CONJECTURE in the sense of "an opinion or supposition based on evidence which is admittedly insufficient" had been in English for a more than a century when Isaac Newton used the term in 1672: "I shall refer him to my former Letter, by which that conjecture will appear to be ungrounded." Mr. Isaac Newtons Answer to Some Considerations upon His Doctrine of Light and Colors; Which Doctrine Was Printed in Numb. 80. of These Tracts, Phil. Trans. VII. p. 5084. The conjecture in question seemed to concern optics, not mathematics.

Jacob Steiner (1796-1863) referred to a result of Poncelet as a conjecture. Poncelet showed in 1822 that in the presence of a given circle with given center, all the Euclidean constructions can be carried out with ruler alone (DSB, article: "Mascheroni").

In Récréations Mathématiques, tome II, Note II, Sur les nombres de Fermat et de Mersenne (1883), É. Lucas referred to "la conjecture de Fermat."
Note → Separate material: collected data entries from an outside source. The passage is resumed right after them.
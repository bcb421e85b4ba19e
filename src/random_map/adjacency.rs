//! Who is at the far end of each edge of a site: from coordinates on a regular lattice, from a list on a graph.

use std::ops::Range;
use std::sync::Arc;

use crate::lattice::{Graph, Lattice, Neighbour, Neighbours, Regular};

use super::labels::Labels;

/// The edges of each site.
#[derive(Debug)]
pub(super) enum Adjacency {
    /// All with coupling number 0: what stands at a boundary too has the one coupling of the law.
    Regular(Regular),
    /// Site by site, in the order of the edges.
    Listed {
        /// Where the ends of each site begin, and the last ones end.
        first: Vec<u32>,
        far: Vec<u32>,
        /// The number of the coupling, end by end.
        coupling: Labels,
    },
}

impl Adjacency {
    /// The edges of `lattice`; `coupling` gives the number of the coupling of each edge of a graph.
    pub(super) fn of(lattice: &Lattice, coupling: impl Fn(usize) -> u32) -> Self {
        match lattice {
            Lattice::Regular(regular) => Self::Regular(regular.clone()),
            Lattice::Graph(graph) => Self::of_graph(graph, coupling),
        }
    }

    fn of_graph(graph: &Arc<Graph>, coupling_of: impl Fn(usize) -> u32) -> Self {
        let mut first = vec![0; graph.sites() as usize + 1];
        for site in graph.edges().as_flattened() {
            first[*site as usize + 1] += 1;
        }
        for site in 1..first.len() {
            first[site] += first[site - 1];
        }
        let mut filled = first.clone();
        let mut far = vec![0; 2 * graph.edges().len()];
        let mut coupling = Labels::new(far.len());
        for (edge, [a, b]) in graph.edges().iter().enumerate() {
            for (near, other) in [(*a, *b), (*b, *a)] {
                let at = filled[near as usize] as usize;
                far[at] = other;
                coupling.set(at, coupling_of(edge));
                filled[near as usize] += 1;
            }
        }
        Self::Listed { first, far, coupling }
    }

    /// The far ends of the edges of `site`, frozen ones included, each with the number of its coupling.
    pub(super) fn neighbours(&self, site: u32) -> FarEnds<'_> {
        match self {
            Self::Regular(regular) => FarEnds::Regular(regular.neighbours(site)),
            Self::Listed { first, far, coupling } => FarEnds::Listed {
                ends: first[site as usize] as usize..first[site as usize + 1] as usize,
                far,
                coupling,
            },
        }
    }
}

/// The far ends of the edges of one site.
pub(super) enum FarEnds<'a> {
    Regular(Neighbours<'a>),
    Listed {
        ends: Range<usize>,
        far: &'a [u32],
        coupling: &'a Labels,
    },
}

impl Iterator for FarEnds<'_> {
    type Item = (Neighbour, u32);

    fn next(&mut self) -> Option<(Neighbour, u32)> {
        match self {
            Self::Regular(neighbours) => Some((neighbours.next()?, 0)),
            Self::Listed { ends, far, coupling } => {
                let at = ends.next()?;
                Some((Neighbour::Site(far[at]), coupling.get(at)))
            }
        }
    }
}
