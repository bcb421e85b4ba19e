//! The same law on smaller lattices, where a law itself takes longer than the pilot may.
//!
//! Two sizes whose bounds met give a power law of the coupling time in the extent, and that is drawn
//! out to the extent of the plan. At a critical point this is finite-size scaling with an exponent
//! near 2.2 (M. P. Nightingale, H. W. J. Blöte, Physical Review Letters 76, 4548 (1996), for the square
//! lattice; from memory). Away from it the coupling time grows like a logarithm once the lattice is
//! larger than the correlation length, so the power law promises too much. In an ordered phase it
//! grows exponentially, so the power law promises too little. Two signs tell: an exponent above
//! [`STEEP`], and bounds that stay apart far longer than those of a critical lattice of that extent.

use std::time::Duration;

use crate::engine::crew::Crew;
use crate::error::Result;
use crate::lattice::{Lattice, Regular};
use crate::law::Law;
use crate::random_map::RandomMap;
use crate::statistics::{Fit, power};

use super::trials::{Around, Trials};

/// A larger exponent than any critical point of these models has.
const STEEP: f64 = 3.0;

/// The coupling time at a critical point, as measured with this program: 2.3 L^2.17 sweeps for the square lattice with
/// L from 8 to 64, a little less for the triangular and the simple cubic one.
const CRITICAL: (f64, f64) = (2.3, 2.17);

/// So many times that is no chance, but another phase.
const FAR_LONGER: f64 = 30.0;

/// Axes shorter than this stay as they are, and none is made shorter than half of it.
const SHORT: u32 = 8;

/// Trials that must have met on a lattice for it to count.
const LEAST_MET: usize = 4;

/// What smaller lattices say.
#[derive(Clone, Debug, Default)]
pub struct Findings {
    /// What the largest two that were done say of the law itself.
    pub grown: Option<Smaller>,
    /// One on which no trial met, though a critical one would have: its extents and the deepest attempt.
    pub slow: Option<(Vec<u32>, u8)>,
}

/// What two smaller lattices say.
#[derive(Clone, Debug)]
pub struct Smaller {
    /// Their extents, the larger one last.
    pub extents: [Vec<u32>; 2],
    /// Fits at the extent of the plan: for its low, middle and high estimates.
    pub fits: [Fit; 3],
    /// The exponent of the coupling time in the extent.
    pub exponent: f64,
}

impl Smaller {
    /// Whether the coupling time grows faster than at a critical point.
    pub fn is_steep(&self) -> bool {
        self.exponent > STEEP
    }
}

/// Whether `law` has smaller versions.
pub fn exist(law: &Law) -> bool {
    reduced(law, 4).is_some()
}

/// The extents of `lattice` and the depth, if bounds that differ after 2^`failed` sweeps are those of a phase in which
/// they take longer than at a critical point.
pub fn slow(lattice: &Lattice, failed: u8) -> Option<(Vec<u32>, u8)> {
    let Lattice::Regular(regular) = lattice else {
        return None;
    };
    let critical = CRITICAL.0 * power(longest(regular), CRITICAL.1);
    let is_slow = 2f64.powi(i32::from(failed)) > FAR_LONGER * critical;
    is_slow.then(|| (regular.extents().to_vec(), failed))
}

fn longest(regular: &Regular) -> f64 {
    f64::from(regular.extents().iter().copied().max().unwrap_or(1))
}

/// Makes trials of `law` on smaller lattices, from the smallest up, until `end`.
///
/// # Errors
/// [`crate::error::ErrorKind::Stopped`] if somebody wants the command to end.
pub fn smaller(law: &Law, around: &Around<'_>, end: Duration) -> Result<Findings> {
    let mut findings = Findings::default();
    let sizes: Vec<_> = (1..32).map_while(|power| reduced(law, 1 << power)).collect();
    let mut done: Vec<(Regular, Fit)> = Vec::new();
    for (regular, law) in sizes.into_iter().rev() {
        let map = RandomMap::new(&law)?;
        let mut trials = Trials::default();
        let crew = Crew::new(&map, &around.settings);
        trials.go_on(&law, &crew, around, end)?;
        if trials.met() < LEAST_MET {
            let failed = trials.failed.filter(|_| trials.met() == 0);
            findings.slow = failed.and_then(|(failed, _)| slow(law.lattice(), failed));
            break;
        }
        done.extend(Fit::new(&trials.times, map.lanes()).map(|fit| (regular, fit)));
    }
    let (Lattice::Regular(whole), [.., (small, small_fit), (large, large_fit)]) = (law.lattice(), &done[..]) else {
        return Ok(findings);
    };
    let step = longest(large) / longest(small);
    let rest = longest(whole) / longest(large);
    let exponent = large_fit.exponent(small_fit, step);
    findings.grown = Some(Smaller {
        extents: [small, large].map(|regular| regular.extents().to_vec()),
        fits: [exponent.low, exponent.middle, exponent.high].map(|exponent| large_fit.grown(rest, exponent)),
        exponent: exponent.middle,
    });
    Ok(findings)
}

/// `law` with its long axes divided by `factor`, odd ones still odd and even ones even.
pub(super) fn reduced(law: &Law, factor: u32) -> Option<(Regular, Law)> {
    let Lattice::Regular(regular) = law.lattice() else {
        return None;
    };
    if law.held().is_some() {
        return None;
    }
    let extents = regular.extents().iter().map(|extent| {
        if *extent < SHORT {
            return Some(*extent);
        }
        let wanted = extent / factor;
        let same_parity = wanted + (wanted + extent) % 2;
        (same_parity >= SHORT / 2).then_some(same_parity)
    });
    let extents: Vec<u32> = extents.collect::<Option<_>>()?;
    let is_smaller = extents != regular.extents();
    let extents = extents.into_iter().map(u64::from).collect();
    let reduced = Regular::new(regular.kind(), extents, regular.boundary().to_vec()).ok()?;
    let law = Law::new(law.model().clone(), Lattice::Regular(reduced.clone()), None).ok()?;
    is_smaller.then_some((reduced, law))
}
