/// Shares the time among the ensembles and sums up.
fn pilot(request: &Request<'_>, around: &Around<'_>) -> Result<Forecast> {
    let (now, plan) = (|| around.clock.elapsed(), request.plan);
    let mut pilots: Vec<Pilot<'_>> = plan
        .numbered()
        .map(|(number, ensemble)| Pilot::new(number, ensemble))
        .collect();
    // what small systems leave of their share goes to the larger ones, and at the end once more to all
    pilots.sort_by_key(|pilot| pilot.ensemble.law().lattice().sites());
    let whole = request.end.saturating_sub(now());
    loop {
        let begin = now();
        let mut waiting = pilots.iter().filter(|pilot| !pilot.is_settled).count();
        for pilot in pilots.iter_mut().filter(|pilot| !pilot.is_settled) {
            let left = request.end.saturating_sub(now());
            let share = left / u32::try_from(waiting).unwrap_or(u32::MAX);
            waiting -= 1;
            if !left.is_zero() {
                around.observer.begin(&format!("ensemble {}", pilot.number), 0);
                pilot
                    .go_on(around, share)
                    .map_err(|error: Error| error.at_line(pilot.ensemble.line()).at_ensemble(pilot.number))?;
            }
            around.stop.check()?;
        }
        if now().saturating_sub(begin) < whole / 50 || now() >= request.end {
            break;
        }
    }
    pilots.sort_by_key(|pilot| pilot.number);
    let outlooks = pilots
        .iter()
        .map(|pilot| pilot.outlook(&request.settings, around.threads));
    let ensembles: Vec<Outlook> = outlooks.collect::<Result<_>>()?;
    Ok(Forecast {
        threads: around.threads,
        pilot_threads: rayon::current_num_threads(),
        core_seconds: Figure::sum(ensembles.iter().map(|outlook| outlook.core_seconds)),
        wall_seconds: Figure::sum(ensembles.iter().map(|outlook| outlook.wall_seconds)),
        memory: ensembles.iter().map(|outlook| outlook.memory).fold(0.0, f64::max),
        archive: space::fixed_bytes(plan)? + ensembles.iter().map(|outlook| outlook.archive).sum::<f64>(),
        ensembles,
    })
}

/// What is known of one ensemble so far.
struct Pilot<'a> {
    number: EnsembleIndex,
    ensemble: &'a Ensemble,
    trials: Trials,
    /// What smaller lattices say, and one on which bounds stay apart longer than at a critical point.
    smaller: Option<Smaller>,
    slow: Option<(Vec<u32>, u8)>,
    doubt: Option<Doubt>,
    lanes: u64,
    /// Seconds to make the map.
    setup: f64,
    /// Samples that a run works on at a time.
    at_once: usize,
    /// No more time is worth spending on it.
    is_settled: bool,
}

impl<'a> Pilot<'a> {
    fn new(number: EnsembleIndex, ensemble: &'a Ensemble) -> Self {
        Self {
            number,
            ensemble,
            trials: Trials::default(),
            smaller: None,
            slow: None,
            doubt: None,
            lanes: 1,
            setup: 0.0,
            at_once: 1,
            is_settled: false,
        }
    }

    /// Makes trials for about as long as `share`.
    fn go_on(&mut self, around: &Around<'_>, share: Duration) -> Result<()> {
        let law = self.ensemble.law();
        let begin = around.clock.elapsed();
        let end = begin + share;
        let map = RandomMap::new(law)?;
        self.setup = around.clock.elapsed().saturating_sub(begin).as_secs_f64();
        self.lanes = map.lanes();
        self.doubt = Doubt::of(law, &map);
        let crew = Crew::new(&map, &around.settings);
        if self.trials.times.is_empty() {
            let manner = crew.manner(self.ensemble.samples(), rayon::current_num_threads());
            around.observer.note(&format!("ensemble {}: {manner}", self.number));
        }
        self.at_once = crew.at_once(around.threads);
        // as long as none has met, half of the time is kept for smaller lattices
        let first_end = match self.doubt {
            Some(_) => end.min(around.clock.elapsed() + SHORT_LOOK),
            None if smaller::exist(law) => begin + share / 2,
            None => end,
        };
        self.trials.go_on(law, &crew, around, first_end)?;
        if self.trials.met() > 0 {
            self.trials.go_on(law, &crew, around, end)?;
            self.is_settled = self.trials.is_enough();
        } else if self.doubt.is_some() {
            self.is_settled = true;
        } else if let Some((failed, _)) = self.trials.failed {
            self.slow = smaller::slow(law.lattice(), failed);
            if self.slow.is_none() {
                drop(crew);
                let Findings { grown, slow } = smaller::smaller(law, around, end)?;
                self.smaller = grown.or(self.smaller.take());
                self.slow = slow;
            }
            self.is_settled = self.slow.is_some();
        }
        Ok(())
    }

    fn outlook(&self, settings: &Settings, threads: usize) -> Result<Outlook> {
        let (ensemble, trials, prices) = (self.ensemble, &self.trials, &self.trials.prices);
        let samples = ensemble.samples() as f64;
        let limit = ensemble.depth_limit();
        let first_depth = ensemble.first_depth().min(limit);
        let (basis, fits) = match (Fit::new(&trials.times, self.lanes), &self.smaller) {
            (Some(fit), _) => (Basis::Trials, Some([fit.clone(), fit.clone(), fit])),
            (None, Some(smaller)) if !trials.times.is_empty() => (
                Basis::Smaller {
                    extents: smaller.extents.clone(),
                    exponent: smaller.exponent,
                },
                Some(smaller.fits.clone()),
            ),
            _ if trials.times.is_empty() => (Basis::Nothing, None),
            _ => (Basis::Bounds, None),
        };
        // the audit at the end of a run reads all samples once more
        let beside = |seconds: f64| samples * (seconds + 2.0 * trials.finishing()) + self.setup;
        let wall = (ensemble.samples().div_ceil(threads as u64)) as f64 / samples;
        let mut outlook = Outlook {
            ensemble: self.number,
            basis,
            trials: trials.times.len(),
            met: trials.met(),
            coupling_time: Figure::Unknown,
            coupling_time_99: None,
            core_seconds: Figure::Unknown,
            wall_seconds: Figure::Unknown,
            memory: 0.0,
            archive: space::archive_bytes(ensemble, &trials.samples)?,
            first_depth: None,
            obstacles: obstacle::of(ensemble, self, fits.as_ref().map(|[_, middle, _]| middle)),
        };
        if let Some([low, middle, high]) = &fits {
            let estimate = |quantity: &dyn Fn(&Law) -> f64| {
                Figure::About(Estimate {
                    low: low.estimate(quantity).low,
                    middle: middle.estimate(quantity).middle,
                    high: high.estimate(quantity).high,
                })
            };
            let core =
                |first_depth: u8| estimate(&|law| beside(seconds(prices, first_depth, limit, |time| law.beyond(time))));
            outlook.coupling_time = estimate(&Law::mean);
            outlook.coupling_time_99 = Some(middle.quantile(0.99));
            outlook.core_seconds = core(first_depth);
            let beyond: Vec<f64> = (0..=DEEPEST).map(|depth| middle.beyond(1 << depth)).collect();
            let price = |first| seconds(prices, first, limit, |time: u64| beyond[time.ilog2() as usize]);
            let best = (0..=limit).min_by(|one, other| price(*one).total_cmp(&price(*other)));
            outlook.first_depth = best.map(|depth| (depth, core(depth).at_least()));
        } else if let Some((failed, _)) = trials.failed {
            outlook.coupling_time = Figure::MoreThan((1u64 << failed) as f64);
            // a draw makes at least the attempts that failed here
            let spent = seconds(prices, first_depth, limit.min(failed), |_| 1.0);
            outlook.core_seconds = Figure::MoreThan(beside(spent));
        }
        outlook.wall_seconds = outlook.core_seconds.scaled(wall);
        let sweeps = outlook
            .coupling_time_99
            .map_or(f64::INFINITY, |time| time.next_power_of_two() as f64);
        outlook.memory = space::memory(ensemble, settings, threads, self.at_once, sweeps);
        Ok(outlook)
    }
}

/// Seconds that the attempts of one draw are expected to take: each attempt's price, times the probability that
/// it is made (see `engine::coupling`), which `beyond` gives as P(T > t).
fn seconds(prices: &Prices, first_depth: u8, limit: u8, beyond: impl Fn(u64) -> f64) -> f64 {
    const NEVER: f64 = 1e-12;
    let longer = (first_depth..limit).map(|failed| (beyond(1 << failed), Turn::Longer, failed + 1));
    let shorter = (1..=first_depth)
        .rev()
        .map(|met| (1.0 - beyond(1 << met), Turn::Shorter, met - 1));
    let expected = |(probability, turn, depth)| probability * prices.seconds(turn, depth);
    let likely = |attempt: &(f64, Turn, u8)| attempt.0 > NEVER;
    prices.seconds(Turn::First, first_depth)
        + longer.take_while(likely).map(expected).sum::<f64>()
        + shorter.take_while(likely).map(expected).sum::<f64>()
}

#[cfg(test)]
mod tests;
In his article "Conjecture" (Synthese 111, pp. 197-210, 1997), Barry Mazur writes (bottom of page 207):

Since I am not a historian of Mathematics I dare not make any serious pronouncements about the historical use of the term, but I have not come across any appearance of the word Conjecture or its equivalent in other languages with the above meaning [i.e., an opinion or supposition based on evidence which is admittedly insufficient] in mathematical literature except in the twentieth century. The earliest use of the noun conjecture in mathematical writing that I have encountered is in Hilbert’s 1900 address, where it is used exactly once, in reference to Kronecker’s Jugendtraum.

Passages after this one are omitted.